Start of Block
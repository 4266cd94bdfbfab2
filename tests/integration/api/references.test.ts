import { setTimeout as sleep } from "node:timers/promises";
import { beforeAll, describe, expect, it } from "vitest";
import { POST as revise } from "@/app/api/cases/[caseId]/references/route";
import { GET as getCase } from "@/app/api/cases/[caseId]/route";
import { GET as getResults } from "@/app/api/rounds/[roundId]/results/route";
import { reviseReference } from "@/lib/cases/change-case";
import { CaseDetailSchema } from "@/lib/cases/schema";
import { ALIGNED } from "@/lib/reflex/finding";
import { RoundResultsAnswerSchema } from "@/lib/results/schema";
import { advanceRound } from "@/lib/rounds/advance-round";
import { callRoute } from "../../support/call-route";
import { changingNothing } from "../../support/changing-nothing";
import { useDatabase } from "../../support/database";
import { itIsGuarded, itRefusesOtherSites } from "../../support/guarded-route";
import { listJobs, runDueJobs } from "../../support/jobs";
import { expectFieldErrors, expectProblem } from "../../support/problem";
import { signInAs } from "../../support/session";
import { makeTwoDepartments, type TwoDepartments } from "../../support/staff";
import {
  closeAndCompute,
  leftExo,
  makeCase,
  makeDraft,
  makeOpenRound,
  readWholeRound,
  rightEso,
} from "../../support/world";

describe("POST /api/cases/[caseId]/references", () => {
  const db = useDatabase();
  let people: TwoDepartments;
  let caseId: string;
  beforeAll(async () => {
    people = await makeTwoDepartments(db());
    caseId = await makeCase(db(), people.own.lead, leftExo(20));
  });
  const revision = (changes: Record<string, unknown> = {}) => ({
    finding: leftExo(30),
    basis: "cover-test",
    uncertaintyDegrees: 2.5,
    reason: "measured anew",
    ...changes,
  });
  const post = (body: unknown, id = caseId) => {
    signInAs(people.own.lead.id);
    return callRoute(revise, { method: "POST", params: { caseId: id }, body });
  };
  const guarded = {
    db,
    handler: revise,
    roles: ["lead"] as const,
    people: () => people,
    call: () => ({ method: "POST", params: { caseId }, body: revision() }),
    param: "caseId",
  };
  itIsGuarded(guarded);
  itRefusesOtherSites(guarded);

  it("puts a new revision in force and keeps the old one as it was", async () => {
    const id = await makeCase(db(), people.own.lead, leftExo(20));
    const [before] = await db()("case_references").where({ case_id: id });
    const { status, body, headers } = await post(revision(), id);
    expect(status).toBe(201);
    expect(headers.get("location")).toBe(`/api/cases/${id}`);
    const detail = CaseDetailSchema.parse(body);
    expect(detail.finding).toEqual(leftExo(30));
    expect(detail.references).toMatchObject([
      { revision: 2, finding: leftExo(30), basis: "cover-test", uncertaintyDegrees: 2.5, reason: "measured anew" },
      { revision: 1, finding: leftExo(20), basis: "panel", uncertaintyDegrees: null, reason: "" },
    ]);
    expect(await db()("case_references").where({ case_id: id, revision: 1 })).toEqual([before]);
    expect(await db()("audit_events").where({ target_id: id, action: "case.reference-revised" })).toMatchObject([
      { actor_id: people.own.lead.id, detail: { revision: 2, reason: "measured anew" } },
    ]);
  });

  it.each<[string, Record<string, unknown>, string[]]>([
    ["no reason", { reason: undefined }, ["#/reason"]],
    ["a reason of two letters", { reason: " no " }, ["#/reason"]],
    ["a reason that cannot be stored", { reason: "a\u0000b, remeasured" }, ["#/reason"]],
    ["a finding that breaks a rule", { finding: { ...leftExo(20), eye: "none" } }, ["#/finding/eye"]],
    ["no finding", { finding: undefined }, ["#/finding"]],
    ["an unknown basis", { basis: "memory" }, ["#/basis"]],
    ["an uncertainty over 45°", { uncertaintyDegrees: 46 }, ["#/uncertaintyDegrees"]],
    ["a field that does not exist", { revision: 7 }, ["#"]],
  ])("answers 422 to %s and changes nothing", async (_, changes, pointers) => {
    expectFieldErrors(await changingNothing(db(), () => post(revision(changes))), pointers);
  });
  it("answers 400 to what is not JSON", async () => {
    expectProblem(await changingNothing(db(), () => post("finding=exo")), 400, "not-json");
  });

  it("gives each of several revisions at once a number of its own and loses none", async () => {
    const id = await makeCase(db(), people.own.lead, ALIGNED);
    const answers = await Promise.all([10, 20, 30].map((degrees) => post(revision({ finding: leftExo(degrees) }), id)));
    expect(answers.map(({ status }) => status)).toEqual([201, 201, 201]);
    const detail = CaseDetailSchema.parse((await callRoute(getCase, { params: { caseId: id } })).body);
    expect(detail.references.map((reference) => reference.revision)).toEqual([4, 3, 2, 1]);
    const sizes = await db()("case_references").where({ case_id: id }).whereNot({ revision: 1 });
    expect(sizes.map(({ horizontal_degrees }) => horizontal_degrees).sort()).toEqual([10, 20, 30]);
  });

  describe("and the results that rest on it", () => {
    const resultsOf = async (roundId: string) => {
      signInAs(people.own.lead.id);
      const { body } = await callRoute(getResults, { params: { roundId } });
      return RoundResultsAnswerSchema.parse(body).results;
    };
    const makeRound = async (id: string, kind: "first" | "mirrored" = "first") => {
      const items = [{ caseId: id, kind: "first" as const }, ...(kind === "mirrored" ? [{ caseId: id, kind }] : [])];
      const roundId = await makeOpenRound(db(), people.own.lead, { examiners: [people.own.examiner], items });
      await readWholeRound(db(), people.own.examiner, roundId, () => leftExo(30));
      return roundId;
    };

    it("are computed anew for closed rounds, with the old revision kept as it was", async () => {
      const id = await makeCase(db(), people.own.lead, rightEso(30));
      const roundId = await makeRound(id, "mirrored");
      await closeAndCompute(db(), people.own.lead, roundId);
      const stored = () =>
        db()("results")
          .where({ round_id: roundId, revision: 1 })
          .join("examiner_results as own", "own.result_id", "id");
      const before = await stored();
      expect(before).toHaveLength(1);

      await post(revision({ finding: leftExo(30), reason: "eyes were swapped" }), id);
      await runDueJobs();
      expect(await stored()).toEqual(before);
      const results = await resultsOf(roundId);
      expect(results).toMatchObject({ revision: 2, reason: expect.stringContaining("eyes were swapped") });
      expect(results?.cases.map(({ kind, reference, agreedCount }) => [kind, reference, agreedCount])).toEqual([
        ["first", leftExo(30), 1],
        ["mirrored", { ...leftExo(30), eye: "right" }, 0],
      ]);
      const used = await db()("result_references")
        .join("results", "results.id", "result_id")
        .join("case_references", "case_references.id", "reference_id")
        .where("results.round_id", roundId)
        .orderBy("results.revision")
        .select("results.revision as result", "case_references.revision as reference");
      expect(used.map(({ result, reference }) => [result, reference])).toEqual([
        [1, 1],
        [1, 1],
        [2, 2],
        [2, 2],
      ]);
    });

    it("are not computed for rounds that are open or a draft, whose results will use what is in force then", async () => {
      const id = await makeCase(db(), people.own.lead, rightEso(30));
      const roundId = await makeRound(id);
      await makeDraft(db(), people.own.lead, { examiners: [], items: [{ caseId: id, kind: "first" }] });
      await post(revision({ finding: leftExo(30) }), id);
      await runDueJobs();
      expect(
        await db()("results").whereIn("round_id", db()("items").where({ case_id: id }).select("round_id")),
      ).toEqual([]);
      await closeAndCompute(db(), people.own.lead, roundId);
      expect(await resultsOf(roundId)).toMatchObject({
        revision: 1,
        cases: [{ reference: leftExo(30), agreedCount: 1 }],
      });
    });

    it("do not miss a reference that is revised while the round closes", async () => {
      const id = await makeCase(db(), people.own.lead, rightEso(30));
      const roundId = await makeRound(id);
      const revising = await db().transaction();
      const change = { finding: leftExo(30), basis: "panel" as const, uncertaintyDegrees: null, reason: "swapped" };
      await reviseReference(revising, people.own.lead, id, change);
      const closing = advanceRound(db(), people.own.lead, roundId, "closed"); // may have to wait for the commit
      await Promise.race([closing, sleep(1000)]);
      await runDueJobs(); // cannot see the new reference yet
      await revising.commit();
      await closing;
      await runDueJobs();
      expect(await resultsOf(roundId)).toMatchObject({ cases: [{ reference: leftExo(30), agreedCount: 1 }] });
      expect(await listJobs(db())).not.toContainEqual(expect.objectContaining({ task: "compute-results" }));
    });
  });
});
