import fc from "fast-check";
import type { Knex } from "knex";
import { afterAll, beforeAll, describe, expect, it } from "vitest";
import { type FindingColumns, fromFindingColumns, toFindingColumns } from "@/lib/findings/columns";
import { BEYOND_LIMBUS, type Finding, findingFaults, UNREADABLE_REASONS } from "@/lib/reflex/finding";
import { useDatabase } from "../../support/database";
import { showingIds } from "../../support/desk";
import {
  leftExo,
  makeCase,
  makeDepartment,
  makeDraft,
  makeOpenRound,
  makePerson,
  type TestPerson,
} from "../../support/world";
import { arbitraryFinding } from "../../unit/reflex/arbitrary-finding";

/** Columns with anything in them that their types allow. */
const eyes = ["none", "right", "left", "both", ""];
const directions = ["none", "eso", "exo", "hyper", "hypo", "up", ""];
const degrees = fc.oneof(fc.constantFrom(0, 1, 45, 46, -1, 32767), fc.integer({ min: -5, max: 60 }));
const nullable = <Value>(value: fc.Arbitrary<Value>) => fc.option(value, { nil: null, freq: 4 });
const anyColumns = {
  readable: fc.boolean(),
  unreadable_reason: nullable(fc.constantFrom(...UNREADABLE_REASONS, "tired", "")),
  eye: nullable(fc.constantFrom(...eyes)),
  horizontal: nullable(fc.constantFrom(...directions)),
  horizontal_degrees: nullable(degrees),
  horizontal_beyond: nullable(fc.boolean()),
  vertical: nullable(fc.constantFrom(...directions)),
  vertical_degrees: nullable(degrees),
  vertical_beyond: nullable(fc.boolean()),
};

/** Half of the rows near a finding, with up to three columns changed, and half anywhere: so that both answers come up. */
const arbitraryColumns: fc.Arbitrary<FindingColumns> = fc.oneof(
  fc.record(anyColumns),
  fc
    .tuple(arbitraryFinding, fc.record(anyColumns), fc.subarray(Object.keys(anyColumns), { maxLength: 3 }))
    .map(([finding, other, changed]) => {
      const row: Record<string, unknown> = { ...toFindingColumns(finding) };
      for (const column of changed) row[column] = other[column as keyof FindingColumns];
      return row as FindingColumns;
    }),
);

/** The rule of a row as the application has it: it stands for a finding, and that one breaks no rule. */
function isSound(row: FindingColumns): boolean {
  const rest = [row.eye, row.horizontal, row.horizontal_degrees, row.horizontal_beyond]
    .concat(row.vertical, row.vertical_degrees, row.vertical_beyond)
    .every((column) => column === null);
  const reason = UNREADABLE_REASONS.find((each) => each === row.unreadable_reason);
  if (!row.readable) return rest && reason !== undefined && findingFaults({ readable: false, reason }).length === 0;
  const eye = (["none", "right", "left"] as const).find((each) => each === row.eye);
  const horizontal = (["none", "eso", "exo"] as const).find((each) => each === row.horizontal);
  const vertical = (["none", "hyper", "hypo"] as const).find((each) => each === row.vertical);
  const { horizontal_beyond, vertical_beyond } = row;
  if (row.unreadable_reason !== null || !eye || !horizontal || !vertical) return false;
  if (horizontal_beyond === null || vertical_beyond === null) return false;
  // Beyond the limbus stands in place of a number, never beside one.
  if ((horizontal_beyond && row.horizontal_degrees !== null) || (vertical_beyond && row.vertical_degrees !== null)) {
    return false;
  }
  const finding: Finding = {
    readable: true,
    eye,
    horizontal,
    horizontalDegrees: horizontal_beyond ? BEYOND_LIMBUS : row.horizontal_degrees,
    vertical,
    verticalDegrees: vertical_beyond ? BEYOND_LIMBUS : row.vertical_degrees,
  };
  return findingFaults(finding).length === 0;
}

describe("the database's own constraints", () => {
  const db = useDatabase();
  let lead: TestPerson;
  let examiner: TestPerson;
  let caseId: string;
  let roundId: string;
  let itemId: string;
  let foreignLead: TestPerson;
  beforeAll(async () => {
    const departmentId = await makeDepartment(db());
    lead = await makePerson(db(), departmentId, ["lead"]);
    examiner = await makePerson(db(), departmentId, ["examiner"]);
    caseId = await makeCase(db(), lead, leftExo(20));
    roundId = await makeOpenRound(db(), lead, { examiners: [examiner], items: [{ caseId, kind: "first" }] });
    [itemId = ""] = await showingIds(db(), examiner, roundId);
    foreignLead = await makePerson(db(), await makeDepartment(db()), ["lead"]);
  });

  describe("of a finding", () => {
    const tables = {
      case_references: () => ({ case_id: caseId, revision: 2, basis: "panel" }),
      readings: () => {
        const now = new Date();
        const save = { save_id: crypto.randomUUID(), revision: 1, first_saved_at: now, saved_at: now };
        return { assignment_item_id: itemId, convention: "landmarks", ...save };
      },
    };
    let trx: Knex.Transaction;
    beforeAll(async () => {
      trx = await db().transaction();
    });
    afterAll(() => trx.rollback());
    /** Whether the table takes the row; by which constraint it does not. Nothing stays. */
    const attempt = async (table: keyof typeof tables, row: object): Promise<"taken" | string> => {
      await trx.raw("SAVEPOINT attempt");
      const outcome = await trx(table)
        .insert({ ...tables[table](), ...row })
        .returning("*")
        .then(
          ([stored]) => {
            // What is taken comes back as the finding it stands for; this throws for any other row.
            expect(toFindingColumns(fromFindingColumns(stored))).toEqual(row);
            return "taken";
          },
          (error: { constraint?: string; column?: string }) => String(error.constraint ?? error.column),
        );
      await trx.raw("ROLLBACK TO SAVEPOINT attempt");
      return outcome;
    };

    it.each(["case_references", "readings"] as const)(
      "lets %s hold a finding exactly when it breaks no rule",
      { timeout: 120_000 },
      async (table) => {
        const seen = { taken: 0, refused: 0 };
        await fc.assert(
          fc.asyncProperty(arbitraryColumns, async (row) => {
            const expected = isSound(row) ? "taken" : `${table}_finding`;
            seen[expected === "taken" ? "taken" : "refused"] += 1;
            expect(await attempt(table, row)).toBe(expected);
          }),
          { numRuns: 600 },
        );
        expect(Math.min(seen.taken, seen.refused)).toBeGreaterThan(50); // else the rows drawn would prove little
      },
    );
    it.each(["case_references", "readings"] as const)("lets %s hold every finding there is", async (table) => {
      await fc.assert(
        fc.asyncProperty(arbitraryFinding, async (finding) => {
          expect(await attempt(table, toFindingColumns(finding))).toBe("taken");
        }),
      );
    });
    it("refuses a row that does not say whether it is readable", async () => {
      for (const table of ["case_references", "readings"] as const) {
        expect(await attempt(table, { ...toFindingColumns(leftExo(20)), readable: null })).toBe("readable");
      }
    });
  });

  const refused = (constraint: string) => expect.objectContaining({ constraint });

  describe("of a round's state", () => {
    const steps = ["draft", "open", "closed", "released"];
    const stamps = (state: string) => ({
      state,
      opens_at: new Date(0),
      closes_at: new Date(1),
      published_at: state === "draft" ? null : new Date(),
      closed_at: ["closed", "released"].includes(state) ? new Date() : null,
      released_at: state === "released" ? new Date() : null,
    });
    const round = (state: string, number: number) =>
      db()("rounds")
        .insert({ department_id: lead.departmentId, number, title: "t", convention: "landmarks", ...stamps(state) })
        .returning("id");

    it.each(steps.flatMap((from, i) => steps.map((to, j) => [from, to, j - i === 0 || j - i === 1] as const)))(
      "from %s to %s: allowed is %s",
      async (from, to, isAllowed) => {
        const [row] = await round(from, 1000 + 10 * steps.indexOf(from) + steps.indexOf(to));
        const moving = db()("rounds").where({ id: row.id }).update(stamps(to));
        if (isAllowed) await moving;
        else await expect(moving).rejects.toThrow(`a round that is ${from} cannot become ${to}`);
        expect(await db()("rounds").where({ id: row.id }).first("state")).toEqual({ state: isAllowed ? to : from });
      },
    );
    it("needs the times that go with it", async () => {
      const [row] = await round("open", 2000);
      const set = (changes: object) => db()("rounds").where({ id: row.id }).update(changes);
      await expect(set({ state: "closed" })).rejects.toEqual(refused("rounds_closed"));
      await expect(set({ released_at: new Date() })).rejects.toEqual(refused("rounds_released"));
      await expect(set({ published_at: null })).rejects.toEqual(refused("rounds_published"));
      await expect(set({ closes_at: null })).rejects.toEqual(refused("rounds_published"));
      await expect(set({ closes_at: new Date(0) })).rejects.toEqual(refused("rounds_window"));
      await expect(set({ state: "paused" })).rejects.toEqual(refused("rounds_state"));
    });
  });

  describe("between departments", () => {
    it("refuses another department's case in a round", async () => {
      const foreignCase = await makeCase(db(), foreignLead, leftExo(20));
      const draft = await makeDraft(db(), lead, { examiners: [], items: [] });
      const item = { round_id: draft, case_id: foreignCase, position: 1 };
      for (const { departmentId } of [lead, foreignLead]) {
        const inserting = db()("items").insert({ ...item, department_id: departmentId });
        await expect(inserting).rejects.toMatchObject({ code: "23503" }); // foreign key, whichever side is lied about
      }
    });
    it("refuses another department's examiner in a round", async () => {
      const foreign = await makePerson(db(), foreignLead.departmentId, ["examiner"]);
      const assignment = { round_id: roundId, person_id: foreign.id, assigned_as: "examiner" };
      for (const { departmentId } of [lead, foreignLead]) {
        const inserting = db()("assignments").insert({ ...assignment, department_id: departmentId });
        await expect(inserting).rejects.toMatchObject({ code: "23503" });
      }
    });
    it("refuses a case with another department's photograph", async () => {
      const photograph = await db()("photographs").where({ department_id: lead.departmentId }).first("id");
      const borrowed = { department_id: foreignLead.departmentId, code: "X", photograph_id: photograph.id };
      await expect(db()("cases").insert(borrowed)).rejects.toMatchObject({ code: "23503" });
    });
  });

  describe("of what may be there once", () => {
    const duplicate = (constraint: string) => expect.objectContaining({ code: "23505", constraint });
    it("keeps one reading for a showing, one place for an item, one first showing of a case, one result a revision", async () => {
      const [showing] = await db()("assignment_items").where({ id: itemId });
      const { id: _, ...again } = showing;
      await expect(db()("assignment_items").insert({ ...again, place: 2 })).rejects.toEqual(
        duplicate("assignment_items_assignment_id_item_id_unique"),
      );
      const { id: __, picture_key: ___, ...item } = await db()("items").where({ round_id: roundId }).first();
      await expect(db()("items").insert({ ...item, position: 2 })).rejects.toEqual(duplicate("items_first_once"));
      const [person] = await db()("assignments").where({ round_id: roundId });
      const { id: ____, ...assigned } = person;
      await expect(db()("assignments").insert(assigned)).rejects.toEqual(
        duplicate("assignments_round_id_person_id_unique"),
      );
      const result = {
        round_id: roundId,
        revision: 1,
        method_version: "1",
        reason: "t",
        panel: "{}",
        computed_at: new Date(),
      };
      await db()("results").insert(result);
      await expect(db()("results").insert(result)).rejects.toEqual(duplicate("results_round_id_revision_unique"));
    });
    it("keeps an e-mail address for one person, in capitals too", async () => {
      const row = { name: "Twin", email: lead.email.toUpperCase(), password_hash: "none" };
      await expect(db()("people").insert(row)).rejects.toEqual(duplicate("people_email_unique"));
    });
    it("keeps a reference's revision and a round's number", async () => {
      const row = { case_id: caseId, revision: 1, basis: "panel", ...toFindingColumns(leftExo(20)) };
      await expect(db()("case_references").insert(row)).rejects.toEqual(
        duplicate("case_references_case_id_revision_unique"),
      );
      const { number } = await db()("rounds").where({ id: roundId }).first();
      const round = { department_id: lead.departmentId, number, title: "t", convention: "landmarks" };
      await expect(db()("rounds").insert(round)).rejects.toEqual(duplicate("rounds_department_id_number_unique"));
    });
  });

  it.each<[string, object, string]>([
    ["departments", { name: "d", time_zone: "UTC", convention: "guess" }, "departments_convention"],
    ["departments", { name: "d", time_zone: "UTC", convention: "own" }, "departments_own_figure"],
    ["departments", { name: "d", time_zone: "UTC", own_degrees_per_mm: 7 }, "departments_own_figure"],
    [
      "departments",
      { name: "d", time_zone: "UTC", convention: "own", own_degrees_per_mm: 0 },
      "departments_own_figure",
    ],
    ["departments", { name: "d", time_zone: "UTC", kappa_floor: 1.01 }, "departments_kappa_floor"],
    ["people", { name: "  ", email: "blank@test.example", password_hash: "none" }, "people_name"],
    ["people", { name: "p", email: "sepia@test.example", password_hash: "none", theme: "sepia" }, "people_theme"],
  ])("refuses in %s: %o", async (table, row, constraint) => {
    await expect(db()(table).insert(row)).rejects.toEqual(refused(constraint));
  });
  it.each([[[]], [["owner"]], [["lead", "owner"]]])("refuses a membership with the roles %o", async (roles) => {
    const row = { person_id: foreignLead.id, department_id: lead.departmentId, roles };
    await expect(db()("memberships").insert(row)).rejects.toEqual(refused("memberships_roles"));
  });
});
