import { beforeAll, describe, expect, it } from "vitest";
import { GET as getBoard } from "@/app/api/drift/route";
import { DriftBoardSchema } from "@/lib/drift/schema";
import { ALIGNED, type Finding } from "@/lib/reflex/finding";
import { advanceRound } from "@/lib/rounds/advance-round";
import { callRoute } from "../../support/call-route";
import { useDatabase } from "../../support/database";
import { itIsGuarded } from "../../support/guarded-route";
import { signInAs } from "../../support/session";
import { makeTwoDepartments, type Staff, type TwoDepartments } from "../../support/staff";
import {
  closeAndCompute,
  leftExo,
  makeCase,
  makeOpenRound,
  readWholeRound,
  rightEso,
  type TestPerson,
} from "../../support/world";

describe("GET /api/drift", () => {
  const db = useDatabase();
  let people: TwoDepartments;
  const findings: Finding[] = [leftExo(20), leftExo(30), rightEso(15), rightEso(40), ALIGNED];
  const readings = new Map<string, Finding>();
  beforeAll(async () => {
    people = await makeTwoDepartments(db());
  });

  /** A round on new cases, which every examiner reads with exo two degrees too small. */
  const play = async (staff: Staff, title: string, examiners: TestPerson[], end: "open" | "closed" | "released") => {
    const items: { caseId: string; kind: "first" }[] = [];
    for (const finding of findings) {
      const caseId = await makeCase(db(), staff.lead, finding);
      items.push({ caseId, kind: "first" });
      const isExo = finding.readable && finding.horizontal === "exo" && typeof finding.horizontalDegrees === "number";
      readings.set(caseId, isExo ? { ...finding, horizontalDegrees: Number(finding.horizontalDegrees) - 2 } : finding);
    }
    const roundId = await makeOpenRound(db(), staff.lead, { title, examiners, items });
    for (const each of examiners) {
      await readWholeRound(db(), each, roundId, (caseId) => readings.get(caseId) ?? null);
    }
    if (end === "open") return roundId;
    await closeAndCompute(db(), staff.lead, roundId);
    if (end === "released") await advanceRound(db(), staff.lead, roundId, "released");
    return roundId;
  };
  const board = async (person: TestPerson) => {
    signInAs(person.id);
    const { status, body } = await callRoute(getBoard);
    expect(status).toBe(200);
    return DriftBoardSchema.parse(body);
  };

  itIsGuarded({ db, handler: getBoard, roles: ["lead", "reviewer"], people: () => people });

  it("is empty, and no failure, before the first release", async () => {
    const { rounds, examiners, panel } = await board(people.own.reviewer);
    expect({ rounds, examiners, points: panel.kappa.points }).toEqual({ rounds: [], examiners: [], points: [] });
  });
  it("shows every examiner and the panel over the department's released rounds, oldest first", async () => {
    const { examiner, trainee } = people.own;
    const first = await play(people.own, "first", [examiner], "released");
    const second = await play(people.own, "second", [examiner, trainee], "released");
    await play(people.own, "closed", [examiner], "closed");
    await play(people.own, "open", [examiner], "open");
    await play(people.other, "foreign", [people.other.examiner], "released");

    const { rounds, examiners, panel } = await board(people.own.reviewer);
    expect(rounds.map(({ id, title }) => [id, title])).toEqual([
      [first, "first"],
      [second, "second"],
    ]);
    expect(examiners.map(({ personId }) => personId).sort()).toEqual([examiner.id, trainee.id].sort());
    // Exo is negative and two of five cases are 2° nearer to zero: a bias of +0.8.
    const row = examiners.find(({ personId }) => personId === examiner.id);
    expect(row?.horizontal.points).toMatchObject([
      { roundId: first, n: 5, value: { estimate: expect.closeTo(0.8, 10) } },
      { roundId: second, n: 5, value: { estimate: expect.closeTo(0.8, 10) } },
    ]);
    const late = examiners.find(({ personId }) => personId === trainee.id);
    expect(late?.kappa.points).toMatchObject([
      { roundId: first, n: 0, state: "none", reason: "did not take part" },
      { roundId: second, n: 5, value: { estimate: 1 } },
    ]);
    for (const chart of [panel.kappa, panel.horizontal, panel.vertical]) {
      expect(chart.points.map(({ roundId, n }) => [roundId, n])).toEqual([
        [first, 5],
        [second, 10],
      ]);
    }
    expect(await board(people.own.lead)).toEqual(await board(people.own.reviewer));
  });
});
End of Block
Scan the entries above. Copy each line that has the string "afterAll".

import { afterAll, beforeAll, describe, expect, it } from "vitest";
    afterAll(() => trx.rollback());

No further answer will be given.